Lizzie was dumbstruck. She saw her sister’s dark eyes and bright red lips through a blur of guilty thoughts. Was it her fault she’d done it? Had she unwittingly encouraged her to give in to John?

Daw’s bottom lip quivered. ‘You don’t think I’ll get pregnant do you, not from just doing it the once? It was the first time, Lizzie, honestly it was.’

‘I don’t know.’ Lizzie shook her head and turned her attention back to Peter and his mother. There was no sign of them and the boat train to Southampton was moving out of the station. He was gone and she didn’t know when she would see him again.

Chapter Thirteen

The knocking at the front door was polite but persistent.

‘I’m coming, I’m coming.’

Mary Anne muttered angrily to herself at the same time as climbing over a pile of blackout curtains that she’d not quite finished hemming to the right length for the front parlour. Her attention was riveted on the door and whoever was hammering on it.

‘If it’s not the doctor or the vicar, they’ll get the sharp edge of my tongue.’

At the same time she untied her apron and flung it on the hallstand. It was a rule that she never answered the front door wearing her apron, and few people used the front door. Customers wanting to pledge and borrow went round the back. Only important people like the doctor or someone from the taxi company to ask where Henry was, or Henry himself. Everyone else came in at the back door.

The last person she expected to see was Biddy all done up like a dog’s dinner, smelling of Evening in Paris, a tawny red fox fur draped around her shoulders.

Biddy’s face looked strangely tight, as though she had adopted a particularly singular expression that morning and was holding on to it for dear life.

Mary Anne frowned. ‘What do you want? Is something wrong?’

Biddy shrugged one shoulder, dragging Mary Anne’s attention to the snout of the long dead fox.

‘I wanted to pledge me fur. Our Brian’s joined the navy and I wanted to give him a good send off – so foxy here has to go.’

Mary Anne folded her arms and adopted her own tight expression. ‘Then you, of all people, should know better. Why didn’t you go round the back as usual? Gone up in the world are we?’

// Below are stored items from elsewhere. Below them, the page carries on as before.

//! From expressions to signals and numbers, one operator at a time.

use crate::id::Id;
use crate::judge::reading::graph::{Graph, Signal};
use crate::judge::reading::number::Number;
use crate::problem::{Compare, Domain, Expr, ExprId, ExprList, Problem, TableId, VarId};

/// "All different" goes value by value up to this many values, and pair by pair beyond: a value costs three nodes an
/// operand, a pair one comparison.
const MAX_VALUES: i128 = 256;

/// What an expression is over the bits.
#[derive(Clone, Debug)]
pub(crate) enum Meaning {
    /// A yes/no expression.
    Truth(Signal),
    /// An integer expression.
    Number(Number),
}

/// Reads expressions in the order of their arena.
pub(crate) struct Reader<'a> {
    problem: &'a Problem,
    graph: &'a mut Graph,
    meanings: Vec<Option<Meaning>>,
}

impl<'a> Reader<'a> {
    /// A reader of the expressions of a problem; the graph is over its bits.
    pub(crate) fn new(problem: &'a Problem, graph: &'a mut Graph) -> Self {
        Self { problem, graph, meanings: Vec::new() }
    }

    /// The signals of the constraints that are expressions, in order.
    pub(crate) fn constraints(&mut self) -> Vec<Signal> {
        let needed = self.needed();
        for (id, &expr) in self.problem.exprs.iter() {
            let meaning = needed[id.index()].then(|| self.meaning(expr));
            self.meanings.push(meaning);
        }
        self.problem.constraints.iter().map(|constraint| self.truth(constraint.expr)).collect()
    }

    /// Whether the code of a variable lies in its domain.
    pub(crate) fn in_domain(&mut self, var: VarId) -> Signal {
        let last = self.problem.size(self.problem.vars()[var].domain);
        let code = self.code(var);
        let all_ones = u64::MAX.checked_shr(64 - code.len() as u32).unwrap_or(0);
        if last == all_ones {
            return Signal::YES;
        }
        let code = Number::from_code(self.graph, &code, 0, all_ones);
        !Number::constant(last.into()).less(self.graph, &code)
    }

    fn needed(&self) -> Vec<bool> {
        let mut needed = vec![false; self.problem.exprs.len()];
        self.problem.constraints.iter().for_each(|constraint| needed[constraint.expr.index()] = true);
        // Operands have smaller ids, so one backward pass over the arena reaches all of them.
        for at in (0..needed.len()).rev() {
            if needed[at] {
                self.mark(at, &mut needed);
            }
        }
        needed
    }

    fn mark(&self, at: usize, needed: &mut [bool]) {
        let expr = self.problem.exprs.get(ExprId::new(at));
        self.problem.exprs.operands(expr).iter().for_each(|operand| needed[operand.index()] = true);
    }

    fn code(&self, var: VarId) -> Vec<Signal> {
        let var = &self.problem.vars()[var];
        (0..usize::from(var.width)).map(|at| self.graph.bit(var.first_bit.index() + at)).collect()
    }

    fn truth(&self, id: ExprId) -> Signal {
        match &self.meanings[id.index()] {
            Some(Meaning::Truth(signal)) => *signal,
            _ => unreachable!("checked: a yes/no operand"),
        }
    }

    fn number(&self, id: ExprId) -> Number {
        match &self.meanings[id.index()] {
            Some(Meaning::Number(number)) => number.clone(),
            _ => unreachable!("checked: an integer operand"),
        }
    }

    fn truths(&self, list: ExprList) -> Vec<Signal> {
        self.problem.exprs.items(list).iter().map(|&id| self.truth(id)).collect()
    }

    fn numbers(&self, list: ExprList) -> Vec<Number> {
        self.problem.exprs.items(list).iter().map(|&id| self.number(id)).collect()
    }

    fn meaning(&mut self, expr: Expr) -> Meaning {
        match expr {
            Expr::Var(var) => self.var(var),
            Expr::Choose(condition, yes, no) => self.choose(condition, yes, no),
            Expr::Element(index, list) => self.element(index, list),
            Expr::Truth(_) | Expr::Not(_) | Expr::All(_) | Expr::Some(_) | Expr::Odd(_) => {
                Meaning::Truth(self.connective(expr))
            }
            Expr::Compare(..) | Expr::Different(_) | Expr::OneOf(..) => Meaning::Truth(self.relation(expr)),
            _ => Meaning::Number(self.arithmetic(expr)),
        }
    }

    fn var(&mut self, id: VarId) -> Meaning {
        let code = self.code(id);
        let domain = self.problem.vars()[id].domain;
        let base = match domain {
            Domain::YesNo => return Meaning::Truth(code[0]),
            Domain::Range { lo, .. } => lo.into(),
            Domain::Kind(_) => 0,
        };
        Meaning::Number(Number::from_code(self.graph, &code, base, self.problem.size(domain)))
    }

    fn connective(&mut self, expr: Expr) -> Signal {
        match expr {
            Expr::Truth(value) => Signal::constant(value),
            Expr::Not(a) => !self.truth(a),
            Expr::All(list) => self.graph.all(self.truths(list)),
            Expr::Some(list) => self.graph.any(self.truths(list)),
            Expr::Odd(list) => {
                let truths = self.truths(list);
                truths.into_iter().rev().fold(Signal::NO, |odd, truth| self.graph.odd(odd, truth))
            }
            _ => unreachable!("a connective"),
        }
    }

    fn relation(&mut self, expr: Expr) -> Signal {
        match expr {
            Expr::Compare(compare, a, b) => {
                let (a, b) = (self.number(a), self.number(b));
                match compare {
                    Compare::Eq => a.equals(self.graph, &b),
                    Compare::Ne => !a.equals(self.graph, &b),
                    Compare::Lt => a.less(self.graph, &b),
                    Compare::Le => !b.less(self.graph, &a),
                }
            }
            Expr::Different(list) => self.different(&self.numbers(list)),
            Expr::OneOf(list, table) => self.one_of(&self.numbers(list), table),
            _ => unreachable!("a relation"),
        }
    }

    fn arithmetic(&mut self, expr: Expr) -> Number {
        match expr {
            Expr::Number(value) => Number::constant(value.into()),
            Expr::AsNumber(a) => Number::count(self.graph, &[self.truth(a)]),
            Expr::Count(list) => Number::count(self.graph, &self.truths(list)),
            Expr::Sum(list) => self.sum(&self.numbers(list)),
            Expr::Product(a, b) => self.number(a).times(self.graph, &self.number(b)),
            Expr::Negate(a) => self.number(a).negated(self.graph),
            Expr::Abs(a) => self.number(a).abs(self.graph),
            Expr::Quotient(a, by) => self.number(a).divided(self.graph, by).0,
            Expr::Remainder(a, by) => self.number(a).divided(self.graph, by).1,
            Expr::Smallest(list) => self.fold(list, Number::lesser),
            Expr::Largest(list) => self.fold(list, Number::larger),
            _ => unreachable!("an integer"),
        }
    }

    fn fold(&mut self, list: ExprList, pick: fn(&Number, &mut Graph, &Number) -> Number) -> Number {
        let numbers = self.numbers(list);
        numbers.into_iter().rev().reduce(|a, b| pick(&a, self.graph, &b)).expect("checked: not empty")
    }

    /// A sum of counting numbers is a count of all their truths; any other sum is added up, the last operand first:
    /// late variables change slowly in a sweep.
    fn sum(&mut self, numbers: &[Number]) -> Number {
        if !numbers.is_empty() && numbers.iter().all(|number| number.unary().is_some()) {
            let truths: Vec<Signal> =
                numbers.iter().flat_map(|number| number.unary().unwrap_or(&[])).copied().collect();
            return Number::count(self.graph, &truths);
        }
        numbers.iter().rev().fold(Number::constant(0), |sum, number| sum.plus(self.graph, number))
    }

    fn choose(&mut self, condition: ExprId, yes: ExprId, no: ExprId) -> Meaning {
        let condition = self.truth(condition);
        match &self.meanings[yes.index()] {
            Some(Meaning::Truth(_)) => Meaning::Truth(self.graph.choose(condition, self.truth(yes), self.truth(no))),
            _ => Meaning::Number(Number::choose(self.graph, condition, &self.number(yes), &self.number(no))),
        }
    }

    fn element(&mut self, index: ExprId, list: ExprList) -> Meaning {
        let index = self.number(index);
        let on: Vec<Signal> = (0..list.len()).map(|at| index.is(self.graph, at as i128)).collect();
        let items = self.problem.exprs.items(list);
        if let Some(Meaning::Truth(_)) = self.meanings[items[0].index()] {
            let chosen: Vec<Signal> =
                on.iter().zip(self.truths(list)).map(|(&on, truth)| self.graph.and(on, truth)).collect();
            return Meaning::Truth(self.graph.any(chosen));
        }
        let numbers = self.numbers(list);
        let choices: Vec<(Signal, &Number)> = on.into_iter().zip(&numbers).collect();
        Meaning::Number(Number::select(self.graph, &choices))
    }

    fn different(&mut self, numbers: &[Number]) -> Signal {
        let lo = numbers.iter().map(Number::lo).min().unwrap_or(0);
        let hi = numbers.iter().map(Number::hi).max().unwrap_or(0);
        if hi - lo >= MAX_VALUES {
            return self.different_by_pairs(numbers);
        }
        // No value is met again once it was met.
        let mut clashes = Vec::new();
        for value in lo..=hi {
            let mut met = Signal::NO;
            for number in numbers.iter().rev() {
                let here = number.is(self.graph, value);
                clashes.push(self.graph.and(met, here));
                met = self.graph.or(met, here);
            }
        }
        !self.graph.any(clashes)
    }

    fn different_by_pairs(&mut self, numbers: &[Number]) -> Signal {
        let mut clashes = Vec::new();
        for (at, a) in numbers.iter().enumerate() {
            for b in &numbers[..at] {
                clashes.push(a.equals(self.graph, b));
            }
        }
        !self.graph.any(clashes)
    }

    fn one_of(&mut self, tuple: &[Number], table: TableId) -> Signal {
        let mut met = Vec::new();
        for row in self.problem.exprs.table(table).rows() {
            let cells: Vec<Signal> =
                tuple.iter().zip(row).map(|(number, &cell)| number.is(self.graph, cell.into())).collect();
            met.push(self.graph.all(cells));
        }
        self.graph.any(met)
    }
}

Biddy looked taken aback. ‘What? With him there?’ She jerked her dimpled chin to the archway dissecting the terrace and the only way to the back alley.

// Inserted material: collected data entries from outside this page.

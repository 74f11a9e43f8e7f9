//! From statements to a problem.

use super::fault::{Fault, Kind};
use super::parse::{Body, Literal, Relation, Row, Term};
use crate::id::Id;
use crate::problem::{Compare, Domain, Expr, ExprId, Objective, Origin, Problem, Sense, VarId};
use crate::span::{FileId, Span};

/// The problem, and the sums that do not fit.
pub(super) fn build(file: FileId, body: &Body) -> (Problem, Vec<Fault>) {
    let mut problem = Problem::new();
    for var in 1..=body.vars {
        problem.add_var(format!("x{var}"), Domain::YesNo, None);
    }
    let mut builder = Builder { file, problem, literals: vec![[None; 2]; body.vars as usize], faults: Vec::new() };
    if let Some(goal) = &body.goal
        && builder.fits(&goal.terms, &goal.at)
    {
        let span = Span::new(file, goal.at.start, goal.at.end);
        let expr = builder.sum(&goal.terms, span);
        let sense = if goal.most { Sense::Most } else { Sense::Least };
        builder.problem.objective = Some(Objective { sense, expr, span: Some(span) });
    }
    for row in &body.rows {
        builder.row(row);
    }
    (builder.problem, builder.faults)
}

struct Builder {
    file: FileId,
    problem: Problem,
    /// The nodes of a variable and of its negation.
    literals: Vec<[Option<ExprId>; 2]>,
    faults: Vec<Fault>,
}

impl Builder {
    /// Whether the values of the sum fit 64 bits, on either side of 0.
    fn fits(&mut self, terms: &[Term], at: &std::ops::Range<usize>) -> bool {
        let fits = fit(terms);
        if !fits {
            self.faults.push(Fault { at: at.clone(), kind: Kind::WideSum });
        }
        fits
    }

    fn row(&mut self, row: &Row) {
        let lowered = if fit(&row.terms) { None } else { lowered(row) };
        let row = lowered.as_ref().unwrap_or(row);
        if !self.fits(&row.terms, &row.at) {
            return;
        }
        let span = Span::new(self.file, row.at.start, row.at.end);
        let plain = row.terms.iter().all(|term| term.weight == 1);
        let expr = if plain && row.relation == Relation::AtLeast && row.bound == 1 {
            let items: Vec<_> = row.terms.iter().map(|term| self.product(term, span)).collect();
            let list = self.problem.exprs.list(&items);
            self.problem.exprs.add(Expr::Some(list), Some(span))
        } else if let Ok(bound) = i64::try_from(row.bound) {
            let sum = self.sum(&row.terms, span);
            let bound = self.problem.exprs.add(Expr::Number(bound), Some(span));
            let compare = match row.relation {
                Relation::AtLeast => Expr::Compare(Compare::Le, bound, sum),
                Relation::Equal => Expr::Compare(Compare::Eq, sum, bound),
                Relation::AtMost => Expr::Compare(Compare::Le, sum, bound),
            };
            self.problem.exprs.add(compare, Some(span))
        } else {
            // The sum fits 64 bits and the bound does not, so its sign decides.
            let holds = match row.relation {
                Relation::AtLeast => row.bound < 0,
                Relation::Equal => false,
                Relation::AtMost => row.bound > 0,
            };
            self.problem.exprs.add(Expr::Truth(holds), Some(span))
        };
        self.problem.must(expr, Origin { span: Some(span), bindings: Vec::new() });
    }

    fn sum(&mut self, terms: &[Term], span: Span) -> ExprId {
        let items: Vec<_> = terms.iter().map(|term| self.term(term, span)).collect();
        let list = self.problem.exprs.list(&items);
        self.problem.exprs.add(Expr::Sum(list), Some(span))
    }

    fn term(&mut self, term: &Term, span: Span) -> ExprId {
        let product = self.product(term, span);
        let number = self.problem.exprs.add(Expr::AsNumber(product), Some(span));
        if term.weight == 1 {
            return number;
        }
        let weight = i64::try_from(term.weight).expect("the sum fits 64 bits");
        let weight = self.problem.exprs.add(Expr::Number(weight), Some(span));
        self.problem.exprs.add(Expr::Product(weight, number), Some(span))
    }

    fn product(&mut self, term: &Term, span: Span) -> ExprId {
        let items: Vec<_> = term.literals.iter().map(|&literal| self.literal(literal)).collect();
        if let [one] = items[..] {
            return one;
        }
        let list = self.problem.exprs.list(&items);
        self.problem.exprs.add(Expr::All(list), Some(span))
    }

    fn literal(&mut self, Literal { var, negated }: Literal) -> ExprId {
        let at = var as usize - 1;
        let exprs = &mut self.problem.exprs;
        let [plain, inverse] = &mut self.literals[at];
        let plain = *plain.get_or_insert_with(|| exprs.node(Expr::Var(VarId::new(at))));
        if !negated { plain } else { *inverse.get_or_insert_with(|| exprs.node(Expr::Not(plain))) }
    }
}

/// Whether the sizes of the weights add up to less than 2^63.
fn fit(terms: &[Term]) -> bool {
    terms.iter().map(|term| term.weight.unsigned_abs()).sum::<u128>() <= i64::MAX as u128
}

/// The same constraint with smaller weights (saturation, as in every pseudo-Boolean solver). Seen from the least value
/// of the sum, a term adds the size of its weight or nothing, and `need` is what has to be added: more than that at
/// once makes no difference. For `<=` all signs are turned. An equation stays as it is.
fn lowered(row: &Row) -> Option<Row> {
    let sign = match row.relation {
        Relation::AtLeast => 1,
        Relation::AtMost => -1,
        Relation::Equal => return None,
    };
    let least = |terms: &[Term]| terms.iter().map(|term| (sign * term.weight).min(0)).sum::<i128>();
    let need = (sign * row.bound - least(&row.terms)).max(0);
    let lower = |term: &Term| Term { weight: term.weight.clamp(-need, need), literals: term.literals.clone() };
    let terms: Vec<Term> = row.terms.iter().map(lower).collect();
    let bound = sign * (least(&terms) + need);
    Some(Row { terms, relation: row.relation, bound, at: row.at.clone() })
}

A sense of foreboding swirled inside Mary Anne’s stomach, which already ached in the aftermath of Henry’s anger about Harry refusing to enlist. He couldn’t have found out about her business, could he?

She followed Biddy’s pointing finger.

‘Him,’ Biddy said, nodding to where a matt black shadow fell from the archway. ‘He says he’ll stop anyone from doing business with you. He says it’s illegal. I told him I didn’t care, and who was he anyway to tell me where I should pledge me valuables. He told me that he’s a
real
pawnbroker and that you got no rights doing him out of business.’

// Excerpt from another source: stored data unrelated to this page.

//! From statements to a problem.

use super::fault::{Fault, Kind};
use super::parse::{Body, Literal, Relation, Row, Term};
use crate::id::Id;
use crate::problem::{Compare, Domain, Expr, ExprId, Objective, Origin, Problem, Sense, VarId};
use crate::span::{FileId, Span};

/// The problem, and the sums that do not fit.
pub(super) fn build(file: FileId, body: &Body) -> (Problem, Vec<Fault>) {
    let mut problem = Problem::new();
    for var in 1..=body.vars {
        problem.add_var(format!("x{var}"), Domain::YesNo, None);
    }
    let mut builder = Builder { file, problem, literals: vec![[None; 2]; body.vars as usize], faults: Vec::new() };
    if let Some(goal) = &body.goal
        && builder.fits(&goal.terms, &goal.at)
    {
        let span = Span::new(file, goal.at.start, goal.at.end);
        let expr = builder.sum(&goal.terms, span);
        let sense = if goal.most { Sense::Most } else { Sense::Least };
        builder.problem.objective = Some(Objective { sense, expr, span: Some(span) });
    }
    for row in &body.rows {
        builder.row(row);
    }
    (builder.problem, builder.faults)
}

struct Builder {
    file: FileId,
    problem: Problem,
    /// The nodes of a variable and of its negation.
    literals: Vec<[Option<ExprId>; 2]>,
    faults: Vec<Fault>,
}

impl Builder {
    /// Whether the values of the sum fit 64 bits, on either side of 0.
    fn fits(&mut self, terms: &[Term], at: &std::ops::Range<usize>) -> bool {
        let size: u128 = terms.iter().map(|term| u128::from(term.weight.unsigned_abs())).sum();
        let fits = size <= i64::MAX as u128;
        if !fits {
            self.faults.push(Fault { at: at.clone(), kind: Kind::WideSum });
        }
        fits
    }

    fn row(&mut self, row: &Row) {
        if !self.fits(&row.terms, &row.at) {
            return;
        }
        let span = Span::new(self.file, row.at.start, row.at.end);
        let plain = row.terms.iter().all(|term| term.weight == 1);
        let expr = if plain && row.relation == Relation::AtLeast && row.bound == 1 {
            let items: Vec<_> = row.terms.iter().map(|term| self.product(term, span)).collect();
            let list = self.problem.exprs.list(&items);
            self.problem.exprs.add(Expr::Some(list), Some(span))
        } else {
            let sum = self.sum(&row.terms, span);
            let bound = self.problem.exprs.add(Expr::Number(row.bound), Some(span));
            let compare = match row.relation {
                Relation::AtLeast => Expr::Compare(Compare::Le, bound, sum),
                Relation::Equal => Expr::Compare(Compare::Eq, sum, bound),
                Relation::AtMost => Expr::Compare(Compare::Le, sum, bound),
            };
            self.problem.exprs.add(compare, Some(span))
        };
        self.problem.must(expr, Origin { span: Some(span), bindings: Vec::new() });
    }

    fn sum(&mut self, terms: &[Term], span: Span) -> ExprId {
        let items: Vec<_> = terms.iter().map(|term| self.term(term, span)).collect();
        let list = self.problem.exprs.list(&items);
        self.problem.exprs.add(Expr::Sum(list), Some(span))
    }

    fn term(&mut self, term: &Term, span: Span) -> ExprId {
        let product = self.product(term, span);
        let number = self.problem.exprs.add(Expr::AsNumber(product), Some(span));
        if term.weight == 1 {
            return number;
        }
        let weight = self.problem.exprs.add(Expr::Number(term.weight), Some(span));
        self.problem.exprs.add(Expr::Product(weight, number), Some(span))
    }

    fn product(&mut self, term: &Term, span: Span) -> ExprId {
        let items: Vec<_> = term.literals.iter().map(|&literal| self.literal(literal)).collect();
        if let [one] = items[..] {
            return one;
        }
        let list = self.problem.exprs.list(&items);
        self.problem.exprs.add(Expr::All(list), Some(span))
    }

    fn literal(&mut self, Literal { var, negated }: Literal) -> ExprId {
        let at = var as usize - 1;
        let exprs = &mut self.problem.exprs;
        let [plain, inverse] = &mut self.literals[at];
        let plain = *plain.get_or_insert_with(|| exprs.node(Expr::Var(VarId::new(at))));
        if !negated { plain } else { *inverse.get_or_insert_with(|| exprs.node(Expr::Not(plain))) }
    }
}
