//! Words of an OPB file.

use std::ops::Range;

use super::MAX_NUMBER;

/// A word.
#[derive(Clone, Copy, PartialEq, Eq, Debug)]
pub(super) enum Token {
    /// An integer; `None` where it is larger than [`MAX_NUMBER`](super::MAX_NUMBER).
    Number(Option<i128>),
    /// `x` and a number from 1, `~` before it.
    Literal {
        var: Option<u64>,
        negated: bool,
    },
    /// `>=`, `=`, `<=`.
    AtLeast,
    Equal,
    AtMost,
    /// `min:`, `max:`.
    Least,
    Most,
    /// `;`.
    End,
    /// Anything else.
    Other,
}

/// A comment line, from its `*` to the end of the line.
pub(super) type Comment = Range<usize>;

/// The words, and the first comment if it comes before all words.
pub(super) fn tokens(text: &str) -> (Vec<(Token, Range<usize>)>, Option<Comment>) {
    let bytes = text.as_bytes();
    let (mut at, mut line_start) = (0, true);
    let (mut words, mut first) = (Vec::new(), None);
    if text.starts_with('\u{feff}') {
        at = '\u{feff}'.len_utf8();
    }
    while at < bytes.len() {
        match bytes[at] {
            b'\n' => (at, line_start) = (at + 1, true),
            byte if byte.is_ascii_whitespace() => at += 1,
            b'*' if line_start => {
                let end = bytes[at..].iter().position(|&byte| byte == b'\n').map_or(bytes.len(), |length| at + length);
                if words.is_empty() && first.is_none() {
                    first = Some(at..end);
                }
                at = end;
            }
            _ => {
                let end = end_of(bytes, at);
                words.push((token(&text[at..end]), at..end));
                (at, line_start) = (end, false);
            }
        }
    }
    (words, first)
}

/// Where the word that begins here ends: a sign such as `;` or `>=` ends itself, all else at a blank or a sign.
fn end_of(bytes: &[u8], at: usize) -> usize {
    let length = match bytes[at] {
        b';' | b'=' => 1,
        b'<' | b'>' => 1 + usize::from(bytes.get(at + 1) == Some(&b'=')),
        _ => {
            let ends = |&byte: &u8| byte.is_ascii_whitespace() || matches!(byte, b';' | b'=' | b'<' | b'>');
            bytes[at..].iter().position(ends).unwrap_or(bytes.len() - at)
        }
    };
    at + length
}

fn token(word: &str) -> Token {
    match word {
        ";" => Token::End,
        ">=" => Token::AtLeast,
        "=" => Token::Equal,
        "<=" => Token::AtMost,
        "min:" => Token::Least,
        "max:" => Token::Most,
        _ => number(word).or_else(|| literal(word)).unwrap_or(Token::Other),
    }
}

fn number(word: &str) -> Option<Token> {
    let digits = word.strip_prefix(['+', '-']).unwrap_or(word);
    let good = !digits.is_empty() && digits.bytes().all(|byte| byte.is_ascii_digit());
    good.then(|| Token::Number(word.parse().ok().filter(|number: &i128| number.unsigned_abs() <= MAX_NUMBER)))
}

fn literal(word: &str) -> Option<Token> {
    let (negated, name) = word.strip_prefix('~').map_or((false, word), |name| (true, name));
    let digits = name.strip_prefix('x')?;
    let good = !digits.is_empty() && !digits.starts_with('0') && digits.bytes().all(|byte| byte.is_ascii_digit());
    good.then(|| Token::Literal { var: digits.parse().ok(), negated })
}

Mary Anne stared at her dumbfounded, then back to the figure in the archway. ‘Oh does he now!’

Bundling Biddy inside, she told her to find her own way to the washhouse and to put the kettle on the gas on her way through the kitchen. Pulling the door almost shut behind her, she took a deep breath and rolled up her sleeves like a boxer ready for a brawl. This was her street, her territory. Ready to face anything, she headed for the archway.

Although her knees trembled, her indignation kept her
going. No one was going to stop her earning a shilling – legal or not.

She recognised the foreigner who had accosted her in the back garden, nephew to the old man who had died. He had a wary look in eyes half hidden by thick, straight hair that fell darkly across his brow. Lines radiated from the corners of his mouth, surely too many for someone of his age? Surely he couldn’t be much more than twenty-five, and yet what was it about him that made her think he’d have some tales to tell if she had a mind to listen.

None of your business! She forced herself to focus on the present problem. Never mind tales, what the bloody hell’s he doing here?

The foreigner was taller than her, though not so tall as her husband or son, but he had a more hardened look, his brow throwing a shadow over his eyes.